• _Instructions to follow_:
Every line in the entries where "plain" is found should be copied.

[Exercise materials Boundary: Start]

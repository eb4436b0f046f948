import type { RuleOff, Station } from '#contract/stations.ts';
import type { RuleOffView, StationView } from './station-read-model.ts';

export function presentStation({ utcOffsetMin, ...view }: StationView): Station {
  return { ...view, utcOffsetH: utcOffsetMin / 60 };
}

export function presentRuleOff({ rule, reason, setBy, setAt }: RuleOffView): RuleOff {
  return { rule, reason, setBy, setAt: setAt.toISOString() };
}
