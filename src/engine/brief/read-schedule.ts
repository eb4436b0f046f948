import type { Brief } from './brief.ts';
import type { Fields } from './fields.ts';
import { parseHours } from './schedule-hours.ts';

type Schedule = Pick<Brief, 'clock' | 'months' | 'weekdays' | 'hours'>;

export function readSchedule(fields: Fields): Schedule {
  const written = fields.raw('hours') ?? '';
  const hours = fields.has('hours') ? String(written) : '0-24';
  if (typeof written !== 'string' || parseHours(hours) === null) {
    const shown = written === '' ? '' : `, not "${hours.slice(0, 40)}"`;
    fields.fault('hours', `opening and closing such as 8-18, at most 0-24, or daylight are needed${shown}`);
  }
  const dates = fields.list('dates', (date) => date);
  if (dates.length > 0) fields.fault('dates', 'single dates are not part of a schedule yet; leave the list empty');
  return {
    clock: fields.choice('clock', ['civil', 'standard']),
    months: readMonths(fields),
    weekdays: fields.choice('weekdays', ['all', 'mon-fri']),
    hours,
  };
}

function readMonths(fields: Fields): Brief['months'] {
  const value = fields.raw('months');
  if (value === undefined || value === 'all') return 'all';
  const months = fields.list('months', (month, path) => {
    if (typeof month === 'number' && Number.isInteger(month) && month >= 1 && month <= 12) return month;
    fields.fault('months', `${path} is no month: "all" or numbers from 1 to 12 are needed`);
    return 1;
  });
  if (Array.isArray(value) && months.length === 0) fields.fault('months', 'at least one month is needed, or "all"');
  return [...new Set(months)].toSorted((one, other) => one - other);
}
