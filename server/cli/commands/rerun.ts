import { parseArgs } from 'node:util';
import { METHOD_VERSION } from '#engine/conventions.ts';
import { briefHash } from '../../features/briefs/brief-hash.ts';
import { repeatRun } from '../../features/runs/repeat-run.ts';
import { contentHash } from '../../features/weather/content-hash.ts';
import type { CommandContext, ExitCode } from '../command.ts';
import { CouldNotRun } from '../could-not-run.ts';
import { withHomeDatabase } from '../home-database.ts';
import { WrongUse } from './command-arguments.ts';
import { printResult, say } from './print-result.ts';

const RUN_ID = /^[0-9a-f]{8}-([0-9a-f]{4}-){3}[0-9a-f]{12}$/i;

/** `muslin rerun ID`: judges a stored run again and says whether it is the same to the byte. */
export async function rerun(context: CommandContext): Promise<ExitCode> {
  const run = readRunId(context.args);
  const answer = await withHomeDatabase(context, (db) => repeatRun(db, { briefHash, contentHash }, run)).catch(
    sayWhyNot,
  );
  if (answer.outcome === 'no such run') throw new CouldNotRun(`There is no run ${run} in this database.`);
  if (answer.outcome === 'another method') {
    throw new CouldNotRun(
      `Run ${run} was made under method ${answer.methodVersion}, and this release judges under ${METHOD_VERSION}. Only the release of that name can make it again; its record stands.`,
    );
  }
  const { methodVersion, keyHash, resultHash, repeatedHash, differs } = answer;
  const same = differs.length === 0;
  printResult({ run, same, methodVersion, keyHash, resultHash, repeatedHash, differs });
  if (same) return 0;
  say(`Run ${run} is not the same any more: ${differs.join(', ')}.`);
  return 1;
}

function readRunId(args: readonly string[]): string {
  const [run, ...more] = positionalsOf(args);
  if (run === undefined || more.length > 0) throw new WrongUse('Name one run by its id: muslin rerun ID.');
  if (!RUN_ID.test(run))
    throw new WrongUse(`"${run}" is no id of a run: 32 hexadecimal digits in five groups are wanted.`);
  return run.toLowerCase();
}

function positionalsOf(args: readonly string[]): readonly string[] {
  try {
    return parseArgs({ args: [...args], options: {}, allowPositionals: true }).positionals;
  } catch (error) {
    throw new WrongUse(error instanceof Error ? error.message : String(error));
  }
}

function sayWhyNot(error: unknown): never {
  if (error instanceof CouldNotRun || !(error instanceof Error)) throw error;
  throw new CouldNotRun(`The run could not be made again: ${error.message}`);
}
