import type { Brief } from './brief.ts';
import type { BriefFault } from './brief-fault.ts';

/** A fault between fields, with the fields that it lies between. */
interface Contradiction extends BriefFault {
  readonly between: readonly string[];
}

/**
 * What is wrong between fields that are each in their range. A contradiction with a field that is at fault itself is left
 * out: what stands there is a fallback of the reading, not what was written.
 */
export function contradictions(brief: Brief, found: readonly BriefFault[]): BriefFault[] {
  return [
    ...stageFaults(brief),
    ...capFaults(brief),
    ...limitFaults(brief),
    ...listFaults(brief),
    ...faultsOfUse(brief),
  ]
    .filter(
      ({ path, between }) => ![path, ...between].some((field) => found.some((fault) => touches(fault.path, field))),
    )
    .map(({ path, message }) => ({ path, message }));
}

/** Whether a fault lies at the field, in it, or at what holds it. */
function touches(faultPath: string, field: string): boolean {
  const holds = (outer: string, inner: string) => inner.startsWith(`${outer}.`) || inner.startsWith(`${outer}[`);
  return faultPath === field || holds(faultPath, field) || holds(field, faultPath);
}

/** One rule: when it does not hold, its message stands at the path. */
type Rule = readonly [holds: boolean, path: string, message: string, between: readonly string[]];

function broken(rules: readonly Rule[]): Contradiction[] {
  return rules.flatMap(([holds, path, message, between]) => (holds ? [] : [{ path, message, between }]));
}

function stageFaults(brief: Brief): Contradiction[] {
  const { stages, limit, primaryAir } = brief;
  const isTower = limit.kind === 'tower';
  const ofLimit = ['limit.kind'];
  const wetsClinicAir = brief.preset === 'clinic' && (stages.includes('direct') || stages.includes('twostage'));
  return broken([
    [new Set(stages).size === stages.length, 'stages', 'each stage stands once', []],
    [
      stages.includes('tower') === isTower,
      'stages',
      'a tower goes with a limit of cold water, and no other stage does',
      ofLimit,
    ],
    [
      !isTower || !stages.includes('tower') || stages.length === 1,
      'stages',
      'cold water comes from the tower alone',
      ofLimit,
    ],
    [
      (primaryAir === 'return') === (limit.kind === 'inlet'),
      'primaryAir',
      'return air goes with a limit at the inlet of a data hall, outdoor air with every other',
      ofLimit,
    ],
    [
      primaryAir !== 'return' || stages.every((stage) => stage === 'indirect'),
      'stages',
      'return air is cooled by the indirect stage alone',
      ['primaryAir'],
    ],
    [
      limit.kind !== 'turbine' || stages.every((stage) => stage === 'direct'),
      'stages',
      'a turbine inlet is cooled by the direct stage alone',
      ofLimit,
    ],
    [
      !wetsClinicAir || brief.stagesReason !== undefined,
      'stages',
      'in a clinic direct and two-stage cooling need a written reason, in stagesReason',
      ['stagesReason'],
    ],
  ]);
}

function capFaults({ caps, lowerLimits }: Brief): Contradiction[] {
  const names = ['roomRhPct', 'supplyRhPct', 'supplyDewPointC'] as const;
  return names.flatMap((name) => {
    const cap = caps[name];
    const lower = lowerLimits[name];
    if (cap === undefined || lower === undefined || lower < cap) return [];
    const message = `the lower limit, ${lower}, leaves no room under the cap, ${cap}`;
    return [{ path: `lowerLimits.${name}`, message, between: [`caps.${name}`] }];
  });
}

/** The temperature that a brief never lets its room or inlet pass; null where it names none. */
function highestAllowed({ limit }: Brief): { tempC: number; path: string; words: string } | null {
  if (limit.kind === 'fixed' || limit.kind === 'inlet')
    return { tempC: limit.tempC, path: 'limit.tempC', words: 'the limit' };
  if (limit.kind !== 'adaptive' || limit.ceilingC === null) return null;
  return { tempC: limit.ceilingC, path: 'limit.ceilingC', words: 'the ceiling' };
}

function limitFaults(brief: Brief): Contradiction[] {
  const { limit, hardLimits, balanceTempC, startRoomTempC } = brief;
  if (limit.kind === 'turbine') {
    const { floorC, targetC } = limit;
    const message = `the floor, ${floorC} °C, lies over the target, ${targetC} °C`;
    return broken([[floorC <= targetC, 'limit.floorC', message, ['limit.targetC', 'limit.kind']]]);
  }
  const highest = highestAllowed(brief);
  if (highest === null) return [];
  const { tempC, path, words } = highest;
  const between = [path, 'limit.kind'];
  return broken([
    ...(limit.kind === 'adaptive' ? [] : hardLimits).map(
      (hard, index): Rule => [
        hard.tempC >= tempC,
        `hardLimits[${index}].tempC`,
        `the hard limit, ${hard.tempC} °C, lies under the limit, ${tempC} °C`,
        between,
      ],
    ),
    [
      balanceTempC === null || balanceTempC <= tempC,
      'balanceTempC',
      `demand from ${balanceTempC} °C on only, over ${words} of ${tempC} °C itself`,
      between,
    ],
    [
      limit.kind === 'inlet' || startRoomTempC === null || startRoomTempC <= tempC,
      'startRoomTempC',
      `water starts at ${startRoomTempC} °C in the room only, over ${words} of ${tempC} °C itself`,
      between,
    ],
  ]);
}

/** Entries of a list that say the same. */
function listFaults({ hardLimits, gates, reported }: Brief): Contradiction[] {
  const twice = (texts: readonly string[], path: (index: number) => string, message: string): Rule[] =>
    texts.map((text, index): Rule => [texts.indexOf(text) === index, path(index), message, []]);
  const plain = (text: string): string => text.trim().toLowerCase();
  return broken([
    ...twice(
      hardLimits.map(({ tempC, derate = '' }) => `${tempC} ${derate}`),
      (index) => `hardLimits[${index}].tempC`,
      'a hard limit at this temperature stands here already',
    ),
    ...twice(gates.map(plain), (index) => `gates[${index}]`, 'this is asked already'),
    ...twice(reported.map(plain), (index) => `reported[${index}]`, 'this is reported already'),
  ]);
}

/** Fields that a use does not have, or cannot do with. */
function faultsOfUse(brief: Brief): Contradiction[] {
  const { limit } = brief;
  const indexed = limit.kind === 'thi' || limit.kind === 'shade-heat';
  const room = indexed || limit.kind === 'fixed' || limit.kind === 'adaptive';
  const ofLimit = ['limit.kind'];
  return broken([
    [room || brief.dTroomK === 0, 'dTroomK', 'there is no room to warm up here; leave the rise at 0', ofLimit],
    [
      limit.kind !== 'inlet' || brief.dwRoomKgKg === 0,
      'dwRoomKgKg',
      'the equipment of a hall gives off no moisture',
      ofLimit,
    ],
    [room || brief.phi === 'constant', 'phi', 'the load of halls, towers and turbines is constant', ofLimit],
    [
      brief.phi === 'constant' || !room || brief.balanceTempC !== null,
      'balanceTempC',
      'a load that grows from the balance temperature on needs one',
      ['phi', 'limit.kind'],
    ],
    [
      brief.secondaryAir === 'outdoor' || (room && !indexed),
      'secondaryAir',
      indexed
        ? 'room exhaust needs a temperature that the room is held at, which an index does not set'
        : 'room exhaust needs a room that outdoor air serves',
      ofLimit,
    ],
    [!brief.basinHeat || limit.kind === 'tower', 'basinHeat', 'a heated basin goes with a cooling tower', ofLimit],
    [
      !indexed || brief.hardLimits.length === 0,
      'hardLimits',
      'a hard limit is a temperature, and an index holds the room at none',
      ofLimit,
    ],
  ]);
}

[Exercise materials Boundary: End]

• _Task response_:
  const plain = (text: string): string => text.trim().toLowerCase();
    ...twice(gates.map(plain), (index) => `gates[${index}]`, 'this is asked already'),
    ...twice(reported.map(plain), (index) => `reported[${index}]`, 'this is reported already'),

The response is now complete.